Я сидела рядом с ним и смотрела на его руки. Ногти настолько погрызены, что напоминают полумесяцы.
— Почему вы не пошли на праздник квартала, мистер Кенфилд?
Он выбросил сигарету в кусты.
— Не праздничное настроение.
— Из-за Дотти?
В тусклом свете лампочки над крыльцом я видела, как его лицо сделалось почти безумным. Похоже было, сейчас мистер Кенфилд заорет на меня диким голосом, но затем оно разгладилось.
— Знаете, — сказала я, кладя свою ладонь поверх его, потому что та казалась такой забытой и нуждалась в капельке лосьона «Йерген». — Моя мама всегда говорит: лучше всего простить и забыть. Что было, то прошло и быльем поросло.
Он угрюмо ответил:
— Ты дочь своей матери, сомнений нет. Яблоки от яблони недалеко упали.
Мистер Кенфилд сунул руку глубоко в карман брюк и что-то оттуда вытащил. Фотография Дотти. Сразу видно, он часто смотрит на нее, потому что снимок был совсем пожеванный и серый, как и он сам. Дотти сидела на этом самом кресле, закинув руки за голову, и улыбалась во все зубы.
— Ты знаешь, кто это? — ткнул мистер Кенфилд в карточку.
Я подняла голову, чтобы вглядеться в его лицо. Нахмуренные брови, глаза в тени.
— Да.
— Знаешь, что она сделала?
— Да.
То же, что и моя мама. Влюбилась и родила ребенка кому-то, кому не должна.

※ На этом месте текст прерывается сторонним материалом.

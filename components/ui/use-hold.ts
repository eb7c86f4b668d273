import { useEffect, useRef } from 'react';

const FIRST_MS = 400;
const REPEAT_MS = 1000 / 6;

/**
 * Repeats an act while a button is held: the first time after 0.4 s, then 6 times a second.
 *
 * @returns props for a Pressable; a short press acts once
 */
export function useHold(act: () => void, possible: boolean) {
  const latest = useRef({ act, possible });
  const timer = useRef<ReturnType<typeof setInterval> | null>(null);
  useEffect(() => {
    latest.current = { act, possible };
  });
  const release = () => {
    if (timer.current !== null) clearInterval(timer.current);
    timer.current = null;
  };
  useEffect(() => release, []);
  const once = () => {
    if (latest.current.possible) latest.current.act();
    else release();
  };
  const hold = () => {
    release();
    once();
    timer.current = setInterval(once, REPEAT_MS);
  };
  return { onPress: once, onLongPress: hold, onPressOut: release, delayLongPress: FIRST_MS };
}
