import { StyleSheet, View } from 'react-native';

import { Icon } from '@/components/ui/icon';
import { border, size as sizes, useTheme } from '@/components/ui/theme';
import type { Station } from '@/shared/model/codes';

interface StationBadgeProps {
  station: Station;
  size?: 44 | 32 | undefined;
  /** filled when something is ready there, tinted when not yet; its word always stands beside it */
  ready?: boolean | undefined;
}

/** A station's sign on its dye. */
export function StationBadge({ station, size = 44, ready = true }: StationBadgeProps) {
  const dye = useTheme().station(station);
  const small = size === sizes.badgeSmall;
  return (
    <View
      style={[
        styles.badge,
        { width: size, height: size, borderRadius: small ? 10 : 13 },
        { backgroundColor: ready ? dye.fill : dye.tint, borderColor: ready ? dye.ink : dye.tint },
      ]}
    >
      <Icon name={station} size={small ? 19 : 25} color={ready ? dye.onFill : dye.ink} />
    </View>
  );
}

const styles = StyleSheet.create({
  badge: {
    alignItems: 'center',
    justifyContent: 'center',
    borderWidth: border.control,
    flexShrink: 0,
  },
});
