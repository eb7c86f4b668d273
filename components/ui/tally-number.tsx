import { StyleSheet, Text, View } from 'react-native';

import { font, numerals } from '@/components/ui/type';
import { useLayout } from '@/components/ui/use-layout';
import { useTextScale } from '@/components/ui/use-text-scale';
import { webOnly } from '@/components/ui/web-only';

const LINE = 0.78;
const TRACKING = -0.035;
const SMALLEST_PX = 96;
/** width of a numeral as a share of its size, tracking included */
const NUMERAL_WIDTH = 0.6;

/**
 * Size of the tally's numeral in px: 168 (212 wide), 140 with three digits, 104 with four, less
 * where the zone is small, and 96 at least.
 */
export function tallySize(digits: number, wide: boolean, width: number, height: number): number {
  const wanted = digits >= 4 ? 104 : digits === 3 ? 140 : wide ? 212 : 168;
  if (width === 0 || height === 0) return wanted;
  const fitting = Math.min(wanted, (width * 0.9) / (digits * NUMERAL_WIDTH), height * 0.5);
  return Math.max(SMALLEST_PX, Math.floor(fitting));
}

interface TallyNumberProps {
  value: number;
  color: string;
  /** px of the zone it stands in; 0 before it is known */
  width: number;
  height: number;
}

/** The number of the tally. Each new one fades up 6 px (public/app.css), unless motion is off. */
export function TallyNumber({ value, color, width, height }: TallyNumberProps) {
  const { kind } = useLayout();
  const scale = useTextScale(); // larger words leave less height for the numeral
  const wide = kind === 'wide' || kind === 'desk';
  const fontSize = tallySize(String(value).length, wide, width, height / scale);
  return (
    <View style={styles.place} testID="tally-number">
      <Text
        key={value}
        {...webOnly({ dataSet: { count: 'new' } })}
        style={[
          styles.number,
          numerals,
          { color, fontSize, lineHeight: fontSize * LINE, letterSpacing: fontSize * TRACKING },
        ]}
      >
        {value}
      </Text>
    </View>
  );
}

const styles = StyleSheet.create({
  place: { alignItems: 'center', marginBottom: 14 },
  number: { fontFamily: font.bold, textAlign: 'center' },
});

— Это смертный грех. Некоторые вещи нельзя простить и забыть.
— Вот и ошибаетесь, мистер Кенфилд. Вам надо позволить Дотти и ее малышу вернуться домой, потому что я вижу, как вы по ним скучаете. Не думаю, что Бог станет возражать.
Он прикрыл лицо обеими руками, чтобы я не увидела, но звук я узнала. Миссис Голдман ошиблась. Вовсе не миссис Кенфилд приходила каждую ночь поплакать в комнате Дотти. Это плакал ее папа.
Тогда я встала и ушла. Потому что этот звук, этот шедший из самого сердца плач, он был мне знаком. И еще я знала: ни от каких слов мистеру Кенфилду не станет легче. Ничто в мире так не терзает душу, как слезы по тем, кого нет рядом.